Our daughter, Maevonne, married the son of one of the girls who went to
school with Bess in Cedar, and her two brothers thought a lot of Bess and tried
to keep company with her.
I could go
on with results of this bicycle ride and perhaps shall someday do so. Here I shall mention my very close
friendships with the Nicholls and Olsen families who years earlier were friends
of my parents when they all worked at the Babylon Mill on the Virgin. This mill concentrated Silver Reef ore. We became very friendly while I was in Leeds
and the Olsen girls, Mame "Lyle" and Maggie and I became very close
friends. I flatter myself that either
one of them would have married me if I had so chosen. I won't deny that I liked them quite well,
and I was so well treated by their parents.
They took me on several trips to St. George in the "white top"
when they were going over and to Cedar and from Cedar to Leeds. Of course during most of the year I was heart
free to choose whom I would.
Other girls
in Leeds were very friendly and kind to me, and I formed acquaintances in St.

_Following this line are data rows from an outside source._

/// (A)⁻¹ through the same unit-diagonal scaling; None when singular.
fn scaled_inverse(a: &DMatrix<f64>) -> Option<DMatrix<f64>> {
    let np = a.nrows();
    let d: Vec<f64> = (0..np)
        .map(|i| {
            if a[(i, i)] > 0.0 {
                1.0 / a[(i, i)].sqrt()
            } else {
                0.0
            }
        })
        .collect();
    if d.contains(&0.0) {
        return None;
    }
    let s = DMatrix::from_fn(np, np, |r, c| a[(r, c)] * d[r] * d[c]);
    let inv = s.cholesky()?.inverse();
    Some(DMatrix::from_fn(np, np, |r, c| inv[(r, c)] * d[r] * d[c]))
}

#[cfg(test)]
mod tests {
    use super::*;
    use crate::physics::synth::Rng;

    /// A real damped sinusoid sum plus white noise of variance σ².
    fn signal(
        fs: f64,
        n: usize,
        parts: &[(f64, f64, f64, f64)],
        sigma2: f64,
        rng: &mut Rng,
    ) -> Vec<f64> {
        let sd = sigma2.sqrt();
        (0..n)
            .map(|i| {
                let t = i as f64 / fs;
                parts
                    .iter()
                    .map(|&(f, a, alpha, ph)| {
                        a * (-alpha * t).exp() * (2.0 * PI * f * t + ph).cos()
                    })
                    .sum::<f64>()
                    + sd * rng.normal()
            })
            .collect()
    }

    fn alpha_of_t60(t60: f64) -> f64 {
        3.0 * LN_10 / t60
    }

    /// Seeded Monte Carlo of the estimator on single damped sinusoids
    /// (1.2 s span, T60 0.3 s, 20 dB SNR): the mean frequency error lies
    /// within 3 standard errors of zero (unbiased), the mean T60 within
    /// 5 % of the truth, and the reported uncertainty matches the scatter
    /// (their ratio within 0.75–1.33, a wide band for 60 trials). Seed 303
    /// gives a bias of −0.0008 Hz against an rms of 0.025 Hz, a mean T60
    /// of 0.2997 s and a mean u of 0.0235 Hz.
    #[test]
    fn issue_3_unbiased_with_decay_within_5_percent() {
        let fs = 48_000.0;
        let n = 57_600;
        let (a, t60) = (0.5, 0.3);
        let sigma2 = a * a / 2.0 / 10f64.powf(20.0 / 10.0);
        let mut rng = Rng::new(303);
        let mut planner = RealFftPlanner::new();
        let (mut errs, mut t60s, mut us) = (Vec::new(), Vec::new(), Vec::new());
        for _ in 0..60 {
            let f = 1000.0 + rng.uniform();
            let ph = 2.0 * PI * rng.uniform();
            let x = signal(fs, n, &[(f, a, alpha_of_t60(t60), ph)], sigma2, &mut rng);
            let fit = SpanAnalyser::new_with(&x, fs, sigma2, &mut planner).estimate(&BandConfig {
                centre_hz: 1000.5,
                half_width_hz: 20.0,
                max_order: 3,
            });
            assert_eq!(fit.components.len(), 1, "{fit:?}");
            let c = &fit.components[0];
            errs.push(c.frequency_hz - f);
            t60s.push(c.t60_s);
            us.push(c.frequency_u_hz);
        }
        let k = errs.len() as f64;
        let mean = errs.iter().sum::<f64>() / k;
        let rms = (errs.iter().map(|e| e * e).sum::<f64>() / k).sqrt();
        assert!(
            mean.abs() < 3.0 * rms / k.sqrt(),
            "bias {mean} Hz, rms {rms} Hz"
        );
        let mean_t60 = t60s.iter().sum::<f64>() / k;
        assert!((mean_t60 / t60 - 1.0).abs() < 0.05, "mean T60 {mean_t60} s");
        let mean_u = us.iter().sum::<f64>() / k;
        assert!(
            (0.75..1.33).contains(&(rms / mean_u)),
            "rms {rms}, mean u {mean_u}"
        );
    }

    /// Two equal damped partials 0.3/τ apart (τ = 1/α, T60 1.2 s, so
    /// 0.27 Hz against an FFT resolution of 0.83 Hz over the 1.2 s span) at
    /// 40 dB SNR: resolved — exactly two components, each within a quarter
    /// of the separation of its true frequency — in at least 18 of 20
    /// seeded trials (seed 3030 resolves all 20; the accuracy example
    /// measures about 94 % already at 0.25/τ).
    #[test]
    fn issue_3_resolves_a_pair_split_by_0_3_over_tau_at_40_db() {
        let fs = 48_000.0;
        let n = 57_600;
        let a = 0.5;
        let alpha = alpha_of_t60(1.2);
        let df = 0.3 * alpha / (2.0 * PI);
        let sigma2 = a * a / 2.0 / 10f64.powf(40.0 / 10.0);
        let mut rng = Rng::new(3030);
        let mut planner = RealFftPlanner::new();
        let mut resolved = 0;
        for _ in 0..20 {
            let f1 = 1000.0 + rng.uniform();
            let f2 = f1 + df;
            let parts = [
                (f1, a, alpha, 2.0 * PI * rng.uniform()),
                (f2, a, alpha, 2.0 * PI * rng.uniform()),
            ];
            let x = signal(fs, n, &parts, sigma2, &mut rng);
            let fit = SpanAnalyser::new_with(&x, fs, sigma2, &mut planner).estimate(&BandConfig {
                centre_hz: 0.5 * (f1 + f2),
                half_width_hz: 20.0,
                max_order: 3,
            });
            let c = &fit.components;
            if c.len() == 2
                && (c[0].frequency_hz - f1).abs() < df / 4.0
                && (c[1].frequency_hz - f2).abs() < df / 4.0
            {
                resolved += 1;
            }
        }
        assert!(resolved >= 18, "{resolved} of 20 resolved");
    }

    #[test]
    fn smooth_sizes() {
        assert_eq!(smooth_size_at_most(48_000), 48_000);
        assert_eq!(smooth_size_at_most(48_001), 48_000);
        assert_eq!(smooth_size_at_most(1023), 1000);
        assert_eq!(smooth_size_at_most(7), 6);
    }

    #[test]
    fn geometric_sum_matches_direct_sum_and_its_derivative() {
        let n = 500usize;
        let nf = n as f64;
        for &(s, k) in &[
            (C64::new(-1e-3, 0.2), 16i64),
            (C64::new(-2e-2, 2.0), 100),
            // Exactly on a bin, undamped: the series branch.
            (C64::new(0.0, 2.0 * PI * 37.0 / nf), 37),
            (C64::new(-1e-8, 2.0 * PI * 37.0 / nf + 1e-9), 37),
        ] {
            let w = C64::from_polar(1.0, -2.0 * PI * k as f64 / nf);
            let direct: C64 = (0..n)
                .map(|i| (s * i as f64).exp() * w.powu(i as u32))
                .sum();
            let ddirect: C64 = (0..n)
                .map(|i| (s * i as f64).exp() * w.powu(i as u32) * i as f64)
                .sum();
            let (g, dg) = geometric(s.exp(), (s * nf).exp(), w, nf);
            // Direct sums of 500 terms are good to ~1e−12 relative.
            assert!(
                (g - direct).norm() < 1e-9 * direct.norm().max(1.0),
                "{g} {direct}"
            );
            assert!(
                (dg - ddirect).norm() < 1e-9 * ddirect.norm().max(1.0),
                "{dg} {ddirect}"
            );
        }
    }

    /// The analytic Jacobian against central finite differences.
    #[test]
    fn jacobian_matches_finite_differences() {
        let fs = 8000.0;
        let mut rng = Rng::new(3);
        let x = signal(fs, 4000, &[(440.0, 0.5, 8.0, 0.3)], 1e-6, &mut rng);
        let an = SpanAnalyser::new(&x, fs, 1e-6);
        let nf = an.n as f64;
        let kc = (440.0 / (fs / nf)).round() as i64;
        let p = FitProblem::new(&an, kc - 20, kc + 20, kc, 20.0, 1e-6);
        let fixed = [C64::new(-3.0 / fs, 2.0 * PI * 452.0 / fs)];
        let theta = vec![
            -8.1 / fs,
            2.0 * PI * 440.2 / fs,
            60.0,
            -40.0,
            5.0,
            2.0,
            0.3,
            -0.2,
            0.1,
            0.05,
        ];
        let (_, j) = p.evaluate(&theta, 1, &fixed, true);
        let j = j.unwrap();
        for col in 0..theta.len() {
            let h = if col < 2 { 1e-7 } else { 1e-4 };
            let mut tp = theta.clone();
            let mut tm = theta.clone();
            tp[col] += h;
            tm[col] -= h;
            let (rp, _) = p.evaluate(&tp, 1, &fixed, false);
            let (rm, _) = p.evaluate(&tm, 1, &fixed, false);
            let fd = (stack(&rm) - stack(&rp)) / (2.0 * h);
            let an_col = j.column(col);
            let err = (fd - an_col).norm();
            // Central differences are good to ~h² relative; 1e−5 of the
            // column norm allows for rounding in the large bins.
            assert!(
                err < 1e-5 * an_col.norm().max(1e-12),
                "col {col}: {err} vs {}",
                an_col.norm()
            );
        }
    }

    #[test]
    fn pencil_recovers_noiseless_poles() {
        let z = [
            C64::from_polar(0.99, 0.3),
            C64::from_polar(0.97, -0.5),
            C64::from_polar(0.995, 0.33),
        ];
        let h = [C64::new(1.0, 0.5), C64::new(-0.3, 0.2), C64::new(0.4, -0.7)];
        // A trace of noise (1e−9) so that MDL has a noise subspace to
        // measure; exact data leave it undefined.
        let mut rng = Rng::new(2);
        let y: Vec<C64> = (0..60)
            .map(|m| {
                (0..3).map(|i| h[i] * z[i].powu(m)).sum::<C64>()
                    + C64::new(rng.normal(), rng.normal()) * 1e-9
            })
            .collect();
        let r = matrix_pencil(&y, 6, 0.0).unwrap();
        assert_eq!(r.mdl_order, 3, "{:?}", r.singular_values);
        for (zi, hi) in z.iter().zip(&h) {
            let (j, _) = r
                .poles
                .iter()
                .enumerate()
                .map(|(j, p)| (j, (p - zi).norm()))
                .min_by(|a, b| a.1.total_cmp(&b.1))
                .unwrap();
            // Noise of 1e−9 moves the poles by ~1e−9 over 60 samples;
            // 1e−7 leaves room for the conditioning of the close pair.
            assert!((r.poles[j] - zi).norm() < 1e-7, "{:?}", r.poles);
            assert!((r.amplitudes[j] - hi).norm() < 1e-6, "{:?}", r.amplitudes);
        }
    }

    #[test]
    fn pencil_of_pure_noise_has_order_zero() {
        let mut rng = Rng::new(11);
        let mut zero = 0;
        let trials = 200;
        for _ in 0..trials {
            let y: Vec<C64> = (0..96)
                .map(|_| C64::new(rng.normal(), rng.normal()) * std::f64::consts::FRAC_1_SQRT_2)
                .collect();
            let r = matrix_pencil(&y, 8, 1.0).unwrap();
            if r.poles.is_empty() {
                zero += 1;
            }
        }
        // The stated 99 % of NOISE_EDGE_FACTOR.
        assert!(zero as f64 >= 0.99 * trials as f64, "{zero}/{trials}");
    }

    #[test]
    fn single_component_is_found_with_its_parameters() {
        let fs = 48_000.0;
        let mut rng = Rng::new(5);
        let (f, a, t60, ph) = (1234.56, 0.3, 0.8, 0.9);
        let sigma2 = a * a / 2.0 / 10f64.powf(40.0 / 10.0);
        let x = signal(
            fs,
            48_000,
            &[(f, a, alpha_of_t60(t60), ph)],
            sigma2,
            &mut rng,
        );
        let fit = SpanAnalyser::new(&x, fs, sigma2).estimate(&BandConfig {
            centre_hz: 1234.0,
            half_width_hz: 20.0,
            max_order: 3,
        });
        assert_eq!(fit.components.len(), 1, "{fit:?}");
        let c = &fit.components[0];
        // 4 standard uncertainties: a single draw.
        assert!((c.frequency_hz - f).abs() < 4.0 * c.frequency_u_hz, "{c:?}");
        assert!((c.amplitude / a - 1.0).abs() < 0.01, "{c:?}");
        assert!((c.phase_rad - ph).abs() < 0.01, "{c:?}");
        assert!((c.t60_s / t60 - 1.0).abs() < 0.01, "{c:?}");
        assert!((c.snr_db - 40.0).abs() < 0.1, "{c:?}");
        // Isolated: the band-model bound is the single-component bound.
        assert!((c.frequency_u_hz / c.crlb_hz - 1.0).abs() < 0.05, "{c:?}");
        assert!((fit.reduced_chi2 - 1.0).abs() < 0.3, "{fit:?}");
    }
}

George through my trips over there and my cousins who lived there. I quite liked a few of the girls I met there
too. I have left out the boys, but must
state that I made many friends among the boys of Leeds not counting those I had
in school, and practically all of them were my friends and have continued to
be. Among the "old folks"
married people I was treated wonderfully well, and we were very friendly. I often called on them and chatted a short
time as I found myself with a little time on my hands. In fact I was taken into the town almost as a member of the town as one big
family. My stay there was about the most
pleasant of my life, a winter fondly to be remembered and one that caused
longings to return. I was always treated
well whenever I returned and am sorry it hasn't been more often.
Probably I
most admired the little woman who was my wife's mother. She was mother of a very large family of fine
looking children and under very great difficulties reared all those children
with unfavorable environment and influences to battle with. She was a very beautiful woman and is still
living there alone except for two grandchildren. I am longing to go to see her and have tried
to get to go for a year or more. I
almost fell in love with her--of course not in any serious way, but I thought
so much of her. I hope I can go down to
Dixie before Matt goes away to school.
I should
like to say things about many of the people of Leeds as I knew them. I wish I had the gift of a writer and could
set them down in a book true to character so I could visit with them now and
again. I must mention how much I thought
of Lou Harris. I consider him one of the
sweet and fine young men of my life's acquaintance, and I met two others like
him as employees in the legislature. My
memory is crowded with the people young and old, single, married, and
middle-ages, and the experiences of those five short months I spent in
Leeds. Some day Maybe I can write some
details of the people of Leeds.
As the
town--one street--doesn't run north and south or east and west but somewhere in
between, I never felt just right all the time I was there. I wasn't square with the world. But the feeling of Dixie towns was then
unlike any others I have ever known. The
setting in the midst of sandstone cliffs with the trees and vegetation, the old
adobe houses and others, of course, and the cottonwood trees--not very good
specimens of trees however, all together produced an atmosphere never to be
forgotten and unique in my experiences.
The
greeting of the people as I met them, the friendliness, and well, just the
humaness of them. So many of them have
gone during these forty-seven years.
Some moved away, and others whose lives were knit into the history of
the little town have passed on and live only in memory.